The first component of ret is the eigenvalue and the second component is the eigenvector corresponding to the eigenvalue. Since eigenvalue 1 is the first column, we can normalize the eigenvector to eigenvalue 1 as follows

pr = ret[1][:, 0] / np.sum(ret[1][:, 0])
np.abs(pr)
array([0.05660377, 0.06981132, 0.05660377, 0.22191678, 0.44758216,
       0.14748219])

We can see that the result is almost identical to the power law result.
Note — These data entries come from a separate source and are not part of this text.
//! The load generator's JSON side, for `--protocol connect --encoding json`:
//! requests written once, before the measured window, in the canonical
//! proto3 JSON mapping by the serde code `pbjson-build` generated for the
//! contract's messages; answers checked through narrow views that read only
//! the fields checked and skip the rest.
//!
//! As with the protobuf walk of `load_wire`, this keeps the generator's
//! share of a shared machine small (an answer's provenance is never turned
//! into strings) while the checks stay real: every answer is parsed to its
//! end as JSON, and must hold what the protobuf checks ask for (a saturation
//! strictly between 0 and 1; each batch item a checked response or an error,
//! counted by its code). The views' field names are the mapping's
//! lowerCamelCase names; the tests below hold them to what pbjson writes.

use oxbind_client::Code;
use prost::bytes::Bytes;
use serde::{Deserialize, Serialize};

use crate::load_wire::{BadAnswer, BatchTally};

/// Write `message` once in its proto3 JSON form, for sending as it is.
pub(crate) fn encode(message: &impl Serialize) -> Bytes {
    Bytes::from(serde_json::to_vec(message).expect("generated messages serialise as JSON"))
}

/// The fields of a `SaturationFromTensionResponse` that are checked.
#[derive(Deserialize)]
#[serde(rename_all = "camelCase")]
struct SaturationView {
    /// Left out when 0, as the mapping leaves out default values.
    #[serde(default)]
    saturation_fraction: Option<f64>,
}

impl SaturationView {
    fn check(&self) -> Result<(), BadAnswer> {
        match self.saturation_fraction {
            Some(s) if s > 0.0 && s < 1.0 => Ok(()),
            _ => Err(BadAnswer::Unexpected),
        }
    }
}

/// The fields of a `BatchSaturationFromTensionResponse` that are checked.
#[derive(Deserialize)]
struct BatchView {
    #[serde(default)]
    results: Vec<ResultView>,
}

/// A `SaturationFromTensionResult`: the oneof's `response` or `error`.
#[derive(Deserialize)]
struct ResultView {
    #[serde(default)]
    response: Option<SaturationView>,
    #[serde(default)]
    error: Option<StatusView>,
}

/// A `google.rpc.Status`: its code (left out when 0).
#[derive(Deserialize)]
struct StatusView {
    #[serde(default)]
    code: i32,
}

/// Check a `SaturationFromTensionResponse` in JSON: its saturation lies in (0, 1).
pub(crate) fn check_saturation_response(bytes: &[u8]) -> Result<(), BadAnswer> {
    serde_json::from_slice::<SaturationView>(bytes)
        .map_err(|_| BadAnswer::Malformed)?
        .check()
}

/// Check a `BatchSaturationFromTensionResponse` in JSON, item by item.
pub(crate) fn check_batch_response(bytes: &[u8]) -> Result<BatchTally, BadAnswer> {
    let batch: BatchView = serde_json::from_slice(bytes).map_err(|_| BadAnswer::Malformed)?;
    let mut tally = BatchTally::default();
    for result in batch.results {
        match (result.response, result.error) {
            (Some(response), None) if response.check().is_ok() => tally.computed += 1,
            (None, Some(status)) => tally.refused.push(Code::from(status.code)),
            _ => tally.bad += 1,
        }
    }
    Ok(tally)
}

#[cfg(test)]
mod tests {
    use super::*;
    use crate::load_wire;
    use oxbind_client::v1::{
        saturation_from_tension_result::Result as Outcome, BatchSaturationFromTensionResponse,
        Provenance, Quantity, SaturationFromTensionRequest, SaturationFromTensionResponse,
        SaturationFromTensionResult,
    };
    use prost::Message;

    fn response(saturation: f64) -> SaturationFromTensionResponse {
        SaturationFromTensionResponse {
            saturation_fraction: saturation,
            hill_slope: 2.7,
            p50_at_conditions: Some(Quantity::mm_hg(26.8)),
            provenance: Some(Provenance {
                model_id: "severinghaus-1979".into(),
                ..Default::default()
            }),
            ..Default::default()
        }
    }

    fn computed(saturation: f64) -> SaturationFromTensionResult {
        SaturationFromTensionResult {
            result: Some(Outcome::Response(response(saturation))),
            shared_provenance_index: 1,
        }
    }

    /// pbjson's JSON of a message and prost's encoding of it pass or fail
    /// the same checks, so the views read the names pbjson writes.
    #[test]
    fn a_single_answer_is_judged_as_its_protobuf_form_is() {
        for saturation in [0.97, 0.0, 1.0, 1e-9] {
            let answer = response(saturation);
            let json = serde_json::to_vec(&answer).unwrap();
            assert_eq!(
                check_saturation_response(&json),
                load_wire::check_saturation_response(&answer.encode_to_vec()),
                "{}",
                String::from_utf8_lossy(&json)
            );
        }
        assert_eq!(check_saturation_response(&encode(&response(0.97))), Ok(()));
        assert_eq!(
            check_saturation_response(&encode(&response(0.0))),
            Err(BadAnswer::Unexpected)
        );
    }

    #[test]
    fn a_batch_answer_is_counted_item_by_item_as_its_protobuf_form_is() {
        let refused = SaturationFromTensionResult {
            result: Some(Outcome::Error(oxbind_proto::google::rpc::Status {
                code: Code::InvalidArgument as i32,
                message: "po2.value: outside".into(),
                details: vec![],
            })),
            shared_provenance_index: 0,
        };
        let answer = BatchSaturationFromTensionResponse {
            results: vec![
                computed(0.9),
                refused,
                computed(1.5),
                SaturationFromTensionResult::default(),
                computed(0.4),
            ],
            shared_provenance: vec![Default::default()],
        };
        let tally = check_batch_response(&encode(&answer)).expect("well formed");
        assert_eq!(tally.computed, 2);
        assert_eq!(tally.refused, vec![Code::InvalidArgument]);
        // The saturation of 1.5 and the empty result.
        assert_eq!(tally.bad, 2);
        assert_eq!(
            Ok(tally),
            load_wire::check_batch_response(&answer.encode_to_vec())
        );
        let empty = BatchSaturationFromTensionResponse::default();
        assert_eq!(
            check_batch_response(&encode(&empty)),
            Ok(BatchTally::default())
        );
    }

    #[test]
    fn an_answer_that_is_not_json_or_breaks_off_is_malformed() {
        let json = encode(&response(0.5));
        assert_eq!(
            check_saturation_response(&json[..json.len() - 2]),
            Err(BadAnswer::Malformed)
        );
        assert_eq!(
            check_batch_response(&response(0.5).encode_to_vec()),
            Err(BadAnswer::Malformed)
        );
        assert_eq!(
            check_batch_response(br#"{"results": [{"error": {"code": "three"}}]}"#),
            Err(BadAnswer::Malformed)
        );
    }

    /// The request is the mapping's JSON, which pbjson reads back to the
    /// same message.
    #[test]
    fn a_request_is_written_in_the_proto3_json_mapping() {
        let request = SaturationFromTensionRequest {
            po2: Some(Quantity::kpa(8.0)),
            ..Default::default()
        };
        let json = encode(&request);
        let value: serde_json::Value = serde_json::from_slice(&json).unwrap();
        assert_eq!(value["po2"]["unit"], "kPa");
        assert_eq!(value["po2"]["value"], 8.0);
        let back: SaturationFromTensionRequest = serde_json::from_slice(&json).unwrap();
        assert_eq!(back, request);
    }
}
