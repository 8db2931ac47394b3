//! Reading `ConsistencyUncertainty`: the uncertainty figures of the
//! uncertainty-based rules, and the coverage probability.

use oxbind_proto::v1::{
    consistency_figure::Figure as WireFigure, ConsistencyInput, ConsistencyUncertainty,
};

use crate::api::{
    field_path::FieldPath,
    limits,
    reader::RequestReader,
    status::{
        Violation, REASON_INCONSISTENT, REASON_NOT_FINITE, REASON_OUT_OF_RANGE, REASON_UNIT,
        REASON_UNKNOWN_ENUM,
    },
    units::{self, QuantityKind},
};
use crate::physiology::{
    consistency::{figures::FigureError, Figure, FigureInput, Figures},
    uncertainty::{evaluate::DEFAULT_COVERAGE_PROBABILITY, Amount},
};

/// ErrorInfo reason: a profile id that names no built-in profile.
pub const REASON_UNKNOWN_PROFILE: &str = "UNKNOWN_PROFILE";

/// The UCUM code of a pH difference.
const PH_UNIT: &str = "[pH]";

/// The engine input of a contract input.
pub fn figure_input(input: ConsistencyInput) -> Option<FigureInput> {
    Some(match input {
        ConsistencyInput::Unspecified => return None,
        ConsistencyInput::Po2 => FigureInput::Po2,
        ConsistencyInput::Pco2 => FigureInput::Pco2,
        ConsistencyInput::Ph => FigureInput::Ph,
        ConsistencyInput::So2 => FigureInput::So2,
        ConsistencyInput::Spo2 => FigureInput::Spo2,
        ConsistencyInput::Cohb => FigureInput::Cohb,
        ConsistencyInput::Methb => FigureInput::Methb,
        ConsistencyInput::Fio2 => FigureInput::Fio2,
        ConsistencyInput::BarometricPressure => FigureInput::BarometricPressure,
        ConsistencyInput::Bicarbonate => FigureInput::Bicarbonate,
    })
}

/// The contract input of an engine input.
pub fn wire_input(input: FigureInput) -> ConsistencyInput {
    match input {
        FigureInput::Po2 => ConsistencyInput::Po2,
        FigureInput::Pco2 => ConsistencyInput::Pco2,
        FigureInput::Ph => ConsistencyInput::Ph,
        FigureInput::So2 => ConsistencyInput::So2,
        FigureInput::Spo2 => ConsistencyInput::Spo2,
        FigureInput::Cohb => ConsistencyInput::Cohb,
        FigureInput::Methb => ConsistencyInput::Methb,
        FigureInput::Fio2 => ConsistencyInput::Fio2,
        FigureInput::BarometricPressure => ConsistencyInput::BarometricPressure,
        FigureInput::Bicarbonate => ConsistencyInput::Bicarbonate,
    }
}

/// The quantity kind of an input's value (and of its standard uncertainty);
/// `None` for pH, a plain number.
pub(super) fn input_kind(input: FigureInput) -> Option<QuantityKind> {
    match input {
        FigureInput::Po2 | FigureInput::Pco2 | FigureInput::BarometricPressure => {
            Some(QuantityKind::Pressure)
        }
        FigureInput::So2
        | FigureInput::Spo2
        | FigureInput::Cohb
        | FigureInput::Methb
        | FigureInput::Fio2 => Some(QuantityKind::Fraction),
        FigureInput::Ph => None,
        FigureInput::Bicarbonate => Some(QuantityKind::Concentration),
    }
}

/// The largest standard uncertainty accepted for `input`, engine unit: the
/// width of its hard range (our limit: a larger figure says nothing, and
/// would overflow the arithmetic).
fn largest_standard_uncertainty(input: FigureInput) -> f64 {
    match input {
        FigureInput::Po2 | FigureInput::Pco2 | FigureInput::BarometricPressure => {
            limits::PRESSURE_MAX_MMHG
        }
        FigureInput::Ph => limits::PH.max - limits::PH.min,
        FigureInput::Bicarbonate => limits::BICARBONATE.max,
        FigureInput::So2
        | FigureInput::Spo2
        | FigureInput::Cohb
        | FigureInput::Methb
        | FigureInput::Fio2 => 1.0,
    }
}

/// The figures and the coverage probability of a request's `uncertainty`
/// at `path`; refusals go to `reader`.
pub(super) fn read_uncertainty(
    reader: &mut RequestReader,
    given: Option<&ConsistencyUncertainty>,
    path: &FieldPath<'_>,
) -> (Figures, f64) {
    let default = ConsistencyUncertainty::default();
    let given = given.unwrap_or(&default);
    let mut figures = if given.no_built_in_figures {
        Figures::none()
    } else {
        // The built-in table is checked by the tests; a malformed one (a
        // build defect) leaves every input without a figure rather than
        // failing every call.
        Figures::built_in().unwrap_or_default()
    };
    let mut seen: Vec<FigureInput> = Vec::new();
    for (index, figure) in given.figures.iter().enumerate() {
        let item = path.indexed("figures", index);
        let input_path = item.field("input");
        let input = match ConsistencyInput::try_from(figure.input) {
            Ok(input) => match figure_input(input) {
                Some(input) => input,
                None => {
                    reader.refuse(Violation::required(&input_path));
                    continue;
                }
            },
            Err(_) => {
                reader.refuse(Violation::other(
                    &input_path,
                    REASON_UNKNOWN_ENUM,
                    "not a known oxbind.v1.ConsistencyInput value",
                ));
                continue;
            }
        };
        if seen.contains(&input) {
            reader.refuse(Violation::other(
                &input_path,
                REASON_INCONSISTENT,
                "this input has a figure already; give one per input",
            ));
            continue;
        }
        seen.push(input);
        if let Some(read) = read_figure(reader, input, figure.figure.as_ref(), &item) {
            figures.set(input, read);
        }
    }
    let coverage = reader.number_or(
        given.coverage_probability,
        &path.field("coverage_probability"),
        &limits::COVERAGE_PROBABILITY,
        QuantityKind::Fraction,
        DEFAULT_COVERAGE_PROBABILITY,
    );
    (figures, coverage)
}

/// One figure; `None` (and a refusal) when it is unusable.
fn read_figure(
    reader: &mut RequestReader,
    input: FigureInput,
    given: Option<&WireFigure>,
    item: &FieldPath<'_>,
) -> Option<Figure> {
    match given {
        None => {
            reader.refuse(Violation::other(
                item,
                crate::api::status::REASON_REQUIRED,
                "needs a figure: standard_uncertainty, relative_standard_uncertainty or profile_id",
            ));
            None
        }
        Some(WireFigure::StandardUncertainty(q)) => {
            let path = item.field("standard_uncertainty");
            let value = if !q.value.is_finite() {
                reader.refuse(Violation::not_finite(&path.field("value")));
                return None;
            } else {
                match input_kind(input) {
                    Some(kind) => match units::to_engine(q.value, &q.unit, kind) {
                        Ok(v) => v,
                        Err(refusal) => {
                            reader.refuse(Violation::unit(&path.field("unit"), kind, refusal.hint));
                            return None;
                        }
                    },
                    None if q.unit == PH_UNIT => q.value,
                    None => {
                        reader.refuse(Violation {
                            field: path.field("unit").render(),
                            reason: REASON_UNIT,
                            description: format!(
                                "{} has a unit code this field does not accept; the uncertainty of pH takes `{PH_UNIT}`",
                                path.field("unit")
                            ),
                            metadata: vec![("accepted_units".to_owned(), PH_UNIT.to_owned())],
                        });
                        return None;
                    }
                }
            };
            let most = largest_standard_uncertainty(input);
            if !(0.0..=most).contains(&value) {
                reader.refuse(Violation::other(
                    &path.field("value"),
                    REASON_OUT_OF_RANGE,
                    format!(
                        "a standard uncertainty must be 0 or greater, and no larger than the \
input's whole accepted range ({} {})",
                        crate::api::status::readable(most),
                        input_kind(input).map_or(PH_UNIT, units::engine_unit)
                    ),
                ));
                return None;
            }
            Some(Figure::stated(Amount::absolute(value)))
        }
        Some(WireFigure::RelativeStandardUncertainty(r)) => {
            let path = item.field("relative_standard_uncertainty");
            if !r.is_finite() {
                reader.refuse(Violation {
                    field: path.render(),
                    reason: REASON_NOT_FINITE,
                    description: format!("{path} must be a finite number"),
                    metadata: Vec::new(),
                });
                return None;
            }
            if !(0.0..=1.0).contains(r) {
                reader.refuse(Violation::other(
                    &path,
                    REASON_OUT_OF_RANGE,
                    "a relative standard uncertainty is a fraction of the value, 0 to 1 (5 % is 0.05)",
                ));
                return None;
            }
            Some(Figure::stated(Amount::relative(*r)))
        }
        Some(WireFigure::ProfileId(id)) => {
            let path = item.field("profile_id");
            match Figure::profile(input, id) {
                Ok(figure) => Some(figure),
                Err(FigureError::ProfileForAnotherInput { profile_input }) => {
                    reader.refuse(Violation::other(
                        &path,
                        REASON_INCONSISTENT,
                        format!(
                            "the profile is a figure for {}, not for this input",
                            profile_input.name()
                        ),
                    ));
                    None
                }
                Err(_) => {
                    reader.refuse(Violation::other(
                        &path,
                        REASON_UNKNOWN_PROFILE,
                        "names no built-in profile (proto/API.md lists them)",
                    ));
                    None
                }
            }
        }
    }
}
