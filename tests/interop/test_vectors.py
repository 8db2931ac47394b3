"""Every shared vector, sent by Python's reference gRPC client to a freshly
started oxbind-server. The Rust suite (tests/tests/shared_vectors.rs) checks
the same file."""

import pytest

from conftest import V1_SERVICES, load_vectors
from vectors import check_vector

VECTORS = load_vectors()


@pytest.mark.parametrize("vector", VECTORS, ids=[v["name"] for v in VECTORS])
def test_vector(stubs, channel, vector):
    check_vector(stubs, channel, vector)


def test_vectors_cover_every_rpc_of_the_contract(stubs):
    covered = {v["rpc"] for v in VECTORS}
    expected = {
        f"{service}/{method.name}"
        for service in V1_SERVICES
        for method in stubs.service_descriptor(service).methods
    }
    assert len(expected) >= 11
    assert expected - covered == set()
    names = [v["name"] for v in VECTORS]
    assert len(names) == len(set(names)), "vector names must be unique"
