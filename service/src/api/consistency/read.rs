//! Reading a CheckBloodGas request: the sample's results through the unit
//! table and the hard limits, the enums, the uncertainty figures and the
//! settings; every bad field is collected into one refusal.

use oxbind_proto::v1::{
    BicarbonateSource as WireBicarbonateSource, BloodGasResults, BloodGasSampleType,
    CheckBloodGasRequest, ConsistencyThresholdRule, InputUsed, ReportedTemperature as WireReported,
    ResultsAt37Cel, SaturationKind as WireSaturationKind, UnitSystem,
};

use super::figures::read_uncertainty;
use crate::api::{
    field_path::FieldPath,
    limits,
    model_choice::choose_model,
    reader::RequestReader,
    status::{
        InvalidRequest, Violation, REASON_INCONSISTENT, REASON_NOT_APPLICABLE, REASON_UNKNOWN_ENUM,
    },
    units::QuantityKind,
};
use crate::physiology::{
    conditions::STANDARD_TEMPERATURE_CELSIUS,
    consistency::{
        sample::STANDARD_BAROMETRIC_PRESSURE_MMHG, Bicarbonate, BicarbonateSource, BloodGasSample,
        CheckSettings, MeasuredSaturation, ReportedTemperature, ResultsAt37, SampleType,
        ThresholdRule,
    },
    content::SaturationKind,
};

/// A request, read and validated.
#[derive(Debug)]
pub(super) struct ReadRequest {
    /// The sample in engine units.
    pub(super) sample: BloodGasSample,
    /// The settings of the checks.
    pub(super) settings: CheckSettings,
    /// The inputs as used, for provenance.
    pub(super) inputs_used: Vec<InputUsed>,
    /// The unit system of the response.
    pub(super) system: UnitSystem,
}

/// Read `request`, or refuse it naming every bad field.
pub(super) fn read(request: &CheckBloodGasRequest) -> Result<ReadRequest, InvalidRequest> {
    let root = FieldPath::ROOT;
    let mut reader = RequestReader::new(request.unit_system);
    let system = reader.system();
    let sample_path = root.field("sample");
    let sample = match request.sample.as_ref() {
        Some(given) => read_sample(&mut reader, given, &sample_path),
        None => {
            reader.refuse(Violation::required(&sample_path));
            None
        }
    };
    // MODEL_HILL takes its adult preset: the request has no Hill parameters
    // (and so no `hill` fields to record).
    let model = match oxbind_proto::v1::Model::try_from(request.model) {
        Ok(oxbind_proto::v1::Model::Hill) => {
            crate::physiology::model::Model::Hill(crate::physiology::hill::Hill::ADULT)
        }
        _ => choose_model(&mut reader, request.model, None, &root),
    };
    let rule = match ConsistencyThresholdRule::try_from(request.threshold_rule) {
        Ok(ConsistencyThresholdRule::UncertaintyBased) => ThresholdRule::UncertaintyBased,
        Ok(_) => ThresholdRule::PublishedWhereAvailable,
        Err(_) => {
            reader.refuse(unknown_enum(
                &root.field("threshold_rule"),
                "ConsistencyThresholdRule",
            ));
            ThresholdRule::PublishedWhereAvailable
        }
    };
    let (figures, coverage_probability) = read_uncertainty(
        &mut reader,
        request.uncertainty.as_ref(),
        &root.field("uncertainty"),
    );
    let inputs_used = reader.finish()?;
    let Some(sample) = sample else {
        // finish() has already refused a request without one.
        return Err(InvalidRequest::one(Violation::required(&sample_path)));
    };
    Ok(ReadRequest {
        sample,
        settings: CheckSettings {
            model,
            rule,
            coverage_probability,
            figures,
        },
        inputs_used,
        system,
    })
}

fn unknown_enum(path: &FieldPath<'_>, name: &str) -> Violation {
    Violation::other(
        path,
        REASON_UNKNOWN_ENUM,
        format!("not a known oxbind.v1.{name} value"),
    )
}

/// Read the sample at `path`; `None` when a field was refused.
fn read_sample(
    reader: &mut RequestReader,
    given: &BloodGasResults,
    path: &FieldPath<'_>,
) -> Option<BloodGasSample> {
    use limits as l;
    use QuantityKind as K;
    let po2 = reader.required_quantity(
        given.po2.as_ref(),
        &path.field("po2"),
        K::Pressure,
        &l::PRESSURE,
    );
    let pco2 = reader.quantity(
        given.pco2.as_ref(),
        &path.field("pco2"),
        K::Pressure,
        &l::CONDITIONS_PCO2,
    );
    let ph = reader.ph(given.ph, &path.field("ph"));
    let temperature_path = path.field("temperature");
    let temperature = reader.quantity(
        given.temperature.as_ref(),
        &temperature_path,
        K::Temperature,
        &l::TEMPERATURE,
    );
    let reported_at = match WireReported::try_from(given.reported_at) {
        Ok(WireReported::AtPatientTemperature) => ReportedTemperature::AtPatientTemperature,
        Ok(_) => ReportedTemperature::At37,
        Err(_) => {
            reader.refuse(unknown_enum(
                &path.field("reported_at"),
                "ReportedTemperature",
            ));
            ReportedTemperature::At37
        }
    };
    if given.temperature.is_none() {
        if reported_at == ReportedTemperature::AtPatientTemperature {
            reader.refuse(Violation::required_for(
                &temperature_path,
                "results reported at the patient's temperature (reported_at)",
            ));
        } else {
            reader.record(
                &temperature_path,
                STANDARD_TEMPERATURE_CELSIUS,
                K::Temperature,
                true,
            );
        }
    }
    let sample_type = match BloodGasSampleType::try_from(given.sample_type) {
        Ok(BloodGasSampleType::Arterial) => SampleType::Arterial,
        Ok(BloodGasSampleType::Venous) => SampleType::Venous,
        Ok(BloodGasSampleType::MixedVenous) => SampleType::MixedVenous,
        Ok(BloodGasSampleType::Capillary) => SampleType::Capillary,
        Ok(BloodGasSampleType::Unknown | BloodGasSampleType::Unspecified) => SampleType::Unknown,
        Err(_) => {
            reader.refuse(unknown_enum(
                &path.field("sample_type"),
                "BloodGasSampleType",
            ));
            SampleType::Unknown
        }
    };
    let so2_path = path.field("so2_fraction");
    let so2 = given
        .so2_fraction
        .and_then(|s| reader.number(s, &so2_path, &l::SATURATION_MEASURED, K::Fraction));
    let so2_kind = match WireSaturationKind::try_from(given.so2_kind) {
        Ok(WireSaturationKind::Fractional) => SaturationKind::Fractional,
        Ok(_) => SaturationKind::Functional,
        Err(_) => {
            reader.refuse(unknown_enum(&path.field("so2_kind"), "SaturationKind"));
            SaturationKind::Functional
        }
    };
    if given.so2_kind != 0 && given.so2_fraction.is_none() {
        reader.refuse(Violation::other(
            &path.field("so2_kind"),
            REASON_NOT_APPLICABLE,
            "given without so2_fraction, which it describes",
        ));
    }
    let fraction = |reader: &mut RequestReader, name: &'static str, limit: &l::HardLimit| {
        let q = match name {
            "cohb" => given.cohb.as_ref(),
            "methb" => given.methb.as_ref(),
            _ => given.hbf.as_ref(),
        };
        reader.quantity(q, &path.field(name), K::Fraction, limit)
    };
    let cohb = fraction(reader, "cohb", &l::DYSHEMOGLOBIN_FRACTION);
    let methb = fraction(reader, "methb", &l::DYSHEMOGLOBIN_FRACTION);
    reader.dyshemoglobin_sum(cohb, methb, &path.field("cohb"));
    if let (Some(so2), SaturationKind::Fractional) = (so2, so2_kind) {
        if so2 + cohb.unwrap_or(0.0) + methb.unwrap_or(0.0) > 1.0 + 1e-9 {
            reader.refuse(Violation::other(
                &so2_path,
                REASON_INCONSISTENT,
                "a fractional oxyhaemoglobin plus COHb and MetHb cannot exceed 1",
            ));
        }
    }
    let hemoglobin = reader.quantity(
        given.hemoglobin.as_ref(),
        &path.field("hemoglobin"),
        K::Hemoglobin,
        &l::HEMOGLOBIN,
    );
    let hbf = fraction(reader, "hbf", &l::HBF_FRACTION);
    let spo2 = given
        .spo2_fraction
        .and_then(|s| reader.number(s, &path.field("spo2_fraction"), &l::SPO2, K::Fraction));
    let fio2 = reader.quantity(
        given.fio2.as_ref(),
        &path.field("fio2"),
        K::Fraction,
        &l::FIO2,
    );
    let barometric_path = path.field("barometric_pressure");
    let barometric = reader.quantity(
        given.barometric_pressure.as_ref(),
        &barometric_path,
        K::Pressure,
        &l::BAROMETRIC_PRESSURE,
    );
    if given.barometric_pressure.is_none() {
        reader.record(
            &barometric_path,
            STANDARD_BAROMETRIC_PRESSURE_MMHG,
            K::Pressure,
            true,
        );
    }
    let bicarbonate = read_bicarbonate(reader, given, path);
    let white_cells = reader.quantity(
        given.white_cell_count.as_ref(),
        &path.field("white_cell_count"),
        K::CellCount,
        &l::WHITE_CELL_COUNT,
    );
    let at_37 = given
        .results_at_37_cel
        .as_ref()
        .map(|r| read_at_37(reader, r, &path.field("results_at_37_cel")))
        .unwrap_or_default();
    let po2 = po2?;
    if reader.has_violations() {
        return None;
    }
    Some(BloodGasSample {
        po2_mmhg: po2,
        pco2_mmhg: pco2,
        ph,
        patient_temperature_celsius: temperature,
        reported_at,
        sample_type,
        so2: so2.map(|fraction| MeasuredSaturation {
            fraction,
            kind: so2_kind,
        }),
        cohb_fraction: cohb,
        methb_fraction: methb,
        hemoglobin_g_per_dl: hemoglobin,
        hbf_fraction: hbf,
        spo2_fraction: spo2,
        fio2_fraction: fio2,
        barometric_pressure_mmhg: barometric,
        bicarbonate,
        white_cell_count_per_nl: white_cells,
        at_37,
    })
}

/// The bicarbonate with its source: a source is required with a value, and
/// refused without one.
fn read_bicarbonate(
    reader: &mut RequestReader,
    given: &BloodGasResults,
    path: &FieldPath<'_>,
) -> Option<Bicarbonate> {
    let value = reader.quantity(
        given.bicarbonate.as_ref(),
        &path.field("bicarbonate"),
        QuantityKind::Concentration,
        &limits::BICARBONATE,
    );
    let source_path = path.field("bicarbonate_source");
    let source = match WireBicarbonateSource::try_from(given.bicarbonate_source) {
        Ok(WireBicarbonateSource::Measured) => Some(BicarbonateSource::Measured),
        Ok(WireBicarbonateSource::MeasuredTotalCo2) => Some(BicarbonateSource::MeasuredTotalCo2),
        Ok(WireBicarbonateSource::Calculated) => Some(BicarbonateSource::Calculated),
        Ok(WireBicarbonateSource::Unspecified) => None,
        Err(_) => {
            reader.refuse(unknown_enum(&source_path, "BicarbonateSource"));
            return None;
        }
    };
    match (given.bicarbonate.is_some(), source) {
        (true, None) => {
            reader.refuse(Violation::required_for(
                &source_path,
                "the bicarbonate given (measured, measured total CO2, or calculated)",
            ));
            None
        }
        (false, Some(_)) => {
            reader.refuse(Violation::other(
                &source_path,
                REASON_NOT_APPLICABLE,
                "given without bicarbonate, which it describes",
            ));
            None
        }
        (true, Some(source)) => value.map(|mmol_per_l| Bicarbonate { mmol_per_l, source }),
        (false, None) => None,
    }
}

/// The results at 37 °C.
fn read_at_37(
    reader: &mut RequestReader,
    given: &ResultsAt37Cel,
    path: &FieldPath<'_>,
) -> ResultsAt37 {
    ResultsAt37 {
        ph: reader.ph(given.ph, &path.field("ph")),
        pco2_mmhg: reader.quantity(
            given.pco2.as_ref(),
            &path.field("pco2"),
            QuantityKind::Pressure,
            &limits::CONDITIONS_PCO2,
        ),
        po2_mmhg: reader.quantity(
            given.po2.as_ref(),
            &path.field("po2"),
            QuantityKind::Pressure,
            &limits::PRESSURE,
        ),
    }
}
A little analysis of the results shows that node 4 has the highest PageRank, followed by node 3. This is as we initially expected. Node 4 is only getting a link from one node, node 3, but node 3 is getting links from three nodes, from which it is getting only one link, so it is thought that it is getting a high PageRank.

Summary

It is said that everything started with a single Linux server, a crawler made with python, and PageRank, and Google, too, can only have respect for the two founders. The theory of PageRank itself is probably not that difficult, but I am simply impressed by the skills of the engineers and managers who actually implemented it on servers, designed the system for a group of servers including the crawler, and created a company with a market capitalization of over 100 trillion yen.

References.

Original work on PageRank published in 1998.

  • [1] S. Brin and L. Page. The anatomy of a large-scale hypertextual Web search engine. Computer Networks and ISDN Systems, Vol. 30, No. 1-7, pp. 107 Computer Networks and ISDN Systems, Vol. 30, No. 1-7, pp. 107-117, 1998.